When required, Western nations would come together to defend their strategic interests, as happened in Egypt when French, British and Israeli troops invaded the country in a failed attempt to protect the Suez Canal from nationalisation under Egypt’s president, Colonel Nasser. They also colluded in the Middle East where, in 1953, the British and the Americans arranged for the hugely popular and democratically elected Iranian Premier, Mohammad Mossadegh, to be replaced by the previously deposed Shah after Mossadegh nationalised the Anglo-Iranian oil company. The Shah was eventually overthrown in 1979, creating a fundamentalist Muslim government which continues to be a major supporter of Middle Eastern terrorist groups.

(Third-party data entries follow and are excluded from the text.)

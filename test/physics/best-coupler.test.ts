import fc from 'fast-check';
import { describe, expect, it } from 'vitest';
import type { GainModule } from '../../extension/core/physics/gain-module.ts';
import { designs, withoutHoldOff } from './designs.ts';
import { apart, type Changes, energyUnitOf, flatModule, moduleWith, outcomeOf, pumpedTo } from './modules.ts';

function coupledBy(module: GainModule, outputReflectivity: number): GainModule {
  return moduleWith({ resonator: { outputReflectivity } }, module);
}

function energyAt(module: GainModule, reflectivity: number): number {
  return outcomeOf(coupledBy(module, reflectivity)).figures.pulse?.energy_J ?? 0;
}

const gaussian = { profile: 'gaussian', radius: 0.8e-3 } as const;
const flat = { profile: 'flat', radius: 0.8e-3 } as const;
const continuous: Changes = {
  pump: { kind: 'continuous', power: 200 },
  resonator: { outputReflectivity: 0.9, roundTripLoss: 0.04, beam: gaussian },
  qSwitch: { repetitionRate: 6000, opensAt: 1 / 6000, gate: 80e-6 },
};
const pulsed: Changes = { resonator: { roundTripLoss: 0.08, beam: gaussian } };
const cases: [string, Changes][] = [
  ['pulsed, flat under Gaussian', pulsed],
  ['pulsed, Gaussian under Gaussian', { ...pulsed, pump: { beam: gaussian, power: 250 } }],
  [
    'pulsed, flat under flat',
    { ...pulsed, pump: { beam: flat, power: 250 }, resonator: { roundTripLoss: 0.08, beam: flat } },
  ],
  ['pulsed, with reabsorption', { ...pulsed, medium: { absorptionCrossSection: 2e-26, ionDensity: 1e26 } }],
  ['pulsed, opening slowly', { ...pulsed, qSwitch: { openingTime: 150e-9, closedLoss: 0.995 } }],
  ['continuous, flat under Gaussian', continuous],
  ['continuous, Gaussian under Gaussian', { ...continuous, pump: { ...continuous.pump, beam: gaussian, power: 60 } }],
  [
    'continuous, flat under flat',
    {
      ...continuous,
      pump: { ...continuous.pump, beam: flat, power: 60 },
      resonator: { ...continuous.resonator, beam: flat },
    },
  ],
  ['continuous, at a high rate', { ...continuous, qSwitch: { repetitionRate: 20e3, opensAt: 5e-5, gate: 25e-6 } }],
];

describe('the best output reflectivity', () => {
  it.each(cases)('gives the energy that is promised, and its neighbours less: %s', (_, changes) => {
    const module = moduleWith(changes);
    const { optimum_reflectivity, optimum_energy_J } = outcomeOf(module).figures.coupling;
    const best = energyAt(module, optimum_reflectivity!);
    expect(apart(best, optimum_energy_J!)).toBeLessThan(1e-6);
    expect(best).toBeGreaterThanOrEqual(outcomeOf(module).figures.pulse!.energy_J);
    expect(energyAt(module, 0.995 * optimum_reflectivity!)).toBeLessThan(best);
    expect(energyAt(module, 1.005 * optimum_reflectivity!)).toBeLessThan(best);
  });

  it.each(cases)('does not depend on the one in the file: %s', (_, changes) => {
    const module = moduleWith(changes);
    const here = outcomeOf(module).figures.coupling;
    const there = outcomeOf(coupledBy(module, 0.8)).figures.coupling;
    expect(apart(here.optimum_reflectivity!, there.optimum_reflectivity!)).toBeLessThan(2e-5);
    expect(apart(here.optimum_energy_J!, there.optimum_energy_J!)).toBeLessThan(1e-6);
  });

  it('is a maximum over the whole design space', () => {
    fc.assert(
      fc.property(designs.map(withoutHoldOff), (module) => {
        const { optimum_reflectivity, optimum_energy_J } = outcomeOf(module).figures.coupling;
        const best = energyAt(module, optimum_reflectivity!);
        expect(apart(best, optimum_energy_J!)).toBeLessThan(1e-6);
        for (const factor of [0.96, 1.04]) {
          expect(energyAt(module, optimum_reflectivity! ** factor)).toBeLessThan(best);
        }
      }),
      { numRuns: 300, seed: 8 },
    );
  });

  // Source: J. J. Degnan, IEEE J. Quantum Electron. 25, 214 (1989).
  it('is the closed form for flat profiles', () => {
    const double = (min: number, max: number) => fc.double({ min, max, noNaN: true });
    fc.assert(
      fc.property(double(1.1, 200), double(0.001, 0.8), double(1, 2), (z, lost, reduction) => {
        const dissipative = -Math.log(1 - lost);
        const medium = { inversionReductionFactor: reduction };
        const module = pumpedTo(z * dissipative, flatModule({ medium, resonator: { roundTripLoss: lost } }));
        const { coupling } = outcomeOf(module).figures;
        const wanted = (dissipative * (z - 1 - Math.log(z))) / Math.log(z);
        expect(apart(-Math.log(coupling.optimum_reflectivity!), wanted)).toBeLessThan(1e-6);
        const energy = energyUnitOf(module) * dissipative * (z - 1 - Math.log(z));
        expect(apart(coupling.optimum_energy_J!, energy)).toBeLessThan(1e-6);
      }),
      { numRuns: 300, seed: 9 },
    );
  });

  it('does not exist without dissipative loss, nor where no coupler gives a pulse', () => {
    expect(outcomeOf(moduleWith({ resonator: { roundTripLoss: 0 } })).figures.coupling).toEqual({});
    expect(outcomeOf(moduleWith({ pump: { power: 0 } })).figures.coupling).toEqual({});
    const lossy = moduleWith({ resonator: { roundTripLoss: 0.9, beam: gaussian } });
    expect(outcomeOf(lossy).figures.coupling).toEqual({});
  });
});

By 1980, few Western colonies remained. Much of Eastern Europe, on the other hand, in which German subjugation at the end of the war had been replaced by communist subjugation after it, had to wait until the dissolution of the Soviet Empire before it could taste true freedom.
 

The Collapse of the Soviet Union
 
(1991)

The collapse of the Soviet Union was inevitable, as it had become morally and financially bankrupt; morally bankrupt through the continued repression of its people, and financially bankrupt through its inability to match the USA in military spending. Its shortcomings were represented by a stagnating economy, a shortage of goods, and general disquiet with the regime.